如何使用for循环或条件在pandas数据框的子集中创建多个回归模型(statsmodel)?
Posted
tags:
篇首语:本文由小常识网(cha138.com)小编为大家整理,主要介绍了如何使用for循环或条件在pandas数据框的子集中创建多个回归模型(statsmodel)?相关的知识,希望对你有一定的参考价值。
如何使用for循环或条件在pandas数据框的子集中创建多个回归模型(statsmodel)?
我有一个数据框,其中包含一个具有51个唯一值的变量状态。我必须为每个州制作一个模型。出于某种原因,我仅限于回归(statsmodel),假设变量V1由变量X1,X2,X3预测
状态为1:51,将用作分割该数据帧的条件
如何使用for循环自动执行此任务?
答案
假设您只关注循环而不是将数据帧拆分为51个子部分,这是我尝试您的问题:
可以说,您将OLS功能定义为:
def OLSfunction(y):
y_train = traindf[y]
y_test = testdf[y]
from statsmodels.api import OLS
x_train = x_traindf
x_test = x_testdf
model = OLS(y_train, x_train)
result = model.fit()
print (result.summary())
pred_OLS = result.predict(x_test)
print("R2", r2_score(y_test, pred_OLS))
Y_s = ['1','2',.....'51']
for y in Y_s:
y=y
OLSfunction(y)
请注意,您必须为您要构建模型的特定Y适当地派生traindf和testdf。这些必须正确传递到OLS功能。由于我对数据的外观没有任何看法,所以我没有进入traindf / testdf的拆分/创建......
另一答案
import pandas as pd
import os as os
import numpy as np
import statsmodels.formula.api as sm
首先,我创建了一个dict来保存51个数据集
d = {}
for x in range(0, 52):
d[x]=ccf.loc[ccf['state'] == x]
d.keys()
dict_keys([0, 1, 2, 3, 4, 5, 6, 7, 8, 9, 10, 11, 12, 13, 14, 15, 16, 17, 18, 19, 20, 21, 22, 23, 24, 25, 26, 27, 28, 29, 30, 31, 32, 33, 34, 35, 36, 37, 38, 39, 40, 41, 42, 43, 44, 45, 46, 47, 48, 49, 50, 51])
去检查
d[1].head()
然后我在循环中使用dict中的位置运行代码
results={}
for x in range(1, 51):
results[x] = sm.Logit(d[x].fraudRisk, d[x][names]).fit().summary2()
但是我觉得我应该在sklearn中使用多个分类器。

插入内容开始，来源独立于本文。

/** Modular types and their inference rules (MATH.md §3). */
export * from './modular-type.js';
export * from './building-blocks.js';
export * from './divisor-rule.js';
export * from './holomorphy.js';
export * from './theta-block-order.js';
export * from './matrix.js';
export * from './holomorphy-matrix.js';
export * from './divisor-rule-multi.js';
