/**
 * The divisor rule for theta quotients in several variables (MATH.md §3): group the
 * factors ϑ(τ, ℓ_i·z), ℓ_i = a_i ℓ′, by primitive direction ±ℓ′, and apply the
 * one-variable rule (`thetaQuotientHolomorphic`) in every direction separately.
 *
 * Why this is exact. Fix τ and the torus T = Cⁿ/(Zⁿτ + Zⁿ). For ℓ′ ∈ Zⁿ primitive,
 * extend ℓ′ to a unimodular matrix W with first row ℓ′ (possible exactly because ℓ′ is
 * primitive); in the coordinates w = Wz, T is again Cⁿ/(Zⁿτ + Zⁿ) and ℓ′·z = w₁.
 * So ϑ(τ, aℓ′·z) = ϑ(τ, a w₁) vanishes exactly on the subtori {w₁ ≡ t}, t running over
 * the a-torsion points of C/(Zτ + Z), each simply (a simple zero of a function of w₁
 * alone pulls back to a reduced divisor); each subtorus {ℓ′·z ≡ t} is connected, hence
 * an irreducible divisor. Subtori of different directions ±ℓ′ ≠ ±ℓ″ are different
 * divisors (their tangent hyperplanes ℓ′·z = 0 and ℓ″·z = 0 differ). The order of the
 * quotient Π ϑ(τ, ℓ_i·z)^{e_i} along the component {ℓ′·z ≡ t} is therefore the sum of
 * e_i over the factors of direction ±ℓ′ whose a_i-torsion contains t — exactly the
 * one-variable count of MATH.md §3 for that direction, with a_i = |multiple| (ϑ is odd,
 * so the sign of ℓ_i is a constant factor). A meromorphic function on a complex
 * manifold is holomorphic iff its divisor is effective, so the quotient is holomorphic
 * iff the one-variable rule holds in every direction. Powers of η have no zeros and do
 * not enter.
 */
import { gcdNumber } from '../series/index.js';
import { thetaQuotientHolomorphic } from './divisor-rule.js';

export interface MultiThetaFactor {
  /** ℓ in ϑ(τ, ℓ·z), integral, non-zero. */
  readonly l: readonly number[];
  readonly exponent: number;
}

export interface MultiDivisorRuleResult {
  readonly holomorphic: boolean;
  /** When not holomorphic: a primitive direction, a torsion order d there with negative order, and that order. */
  readonly pole?: { readonly direction: readonly number[]; readonly d: number; readonly order: number };
}

/**
 * ℓ = multiple · direction with direction primitive and its first non-zero entry
 * positive; multiple is a non-zero integer (negative when ℓ points the other way).
 * Throws a RangeError for ℓ = 0 (ϑ(τ, 0) is the zero function) or non-integral ℓ.
 */
export function primitiveDirection(l: readonly number[]): { direction: number[]; multiple: number } {
  if (!l.every((x) => Number.isSafeInteger(x))) throw new RangeError('primitiveDirection: ℓ must be integral');
  let g = 0;
  for (const x of l) g = gcdNumber(g, x);
  if (g === 0) throw new RangeError('primitiveDirection: ℓ = 0');
  const first = l.find((x) => x !== 0)!;
  const multiple = first > 0 ? g : -g;
  return { direction: l.map((x) => x / multiple + 0), multiple };
}

export function thetaQuotientHolomorphicMulti(factors: readonly MultiThetaFactor[]): MultiDivisorRuleResult {
  const groups = new Map<string, { direction: number[]; factors: { a: number; exponent: number }[] }>();
  for (const f of factors) {
    const { direction, multiple } = primitiveDirection(f.l);
    const key = direction.join(',');
    let g = groups.get(key);
    if (g === undefined) {
      g = { direction, factors: [] };
      groups.set(key, g);
    }
    g.factors.push({ a: Math.abs(multiple), exponent: f.exponent });
  }
  for (const g of groups.values()) {
    const r = thetaQuotientHolomorphic(g.factors);
    if (!r.holomorphic) return { holomorphic: false, pole: { direction: g.direction, d: r.pole!.d, order: r.pole!.order } };
  }
  return { holomorphic: true };
}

首先,我需要如上所述拆分数据。
from sklearn.model_selection import train_test_split
# Multiple Models
from sklearn.linear_model import LogisticRegression
from sklearn.svm import LinearSVC
from sklearn.neighbors import KNeighborsClassifier
from sklearn.ensemble import RandomForestClassifier
from sklearn.naive_bayes import GaussianNB
#Model Metrics
from sklearn.metrics import confusion_matrix
from sklearn.metrics import accuracy_score
from sklearn.metrics import classification_report
from sklearn.metrics import roc_auc_score
lr={}
gnb={}
svc={}
rfc={}
classifier={}
regr_1={}
regr_2={}
import datetime
datetime.datetime.now()
for x in range(1, 51):
X_train, X_test, y_train, y_test = train_test_split(d[x][names], d[x].fraudRisk, test_size=0.3)
print(len(X_train))
print(len(y_test))
# Create classifiers
lr[x] = LogisticRegression().fit(X_train, y_train).predict(X_test)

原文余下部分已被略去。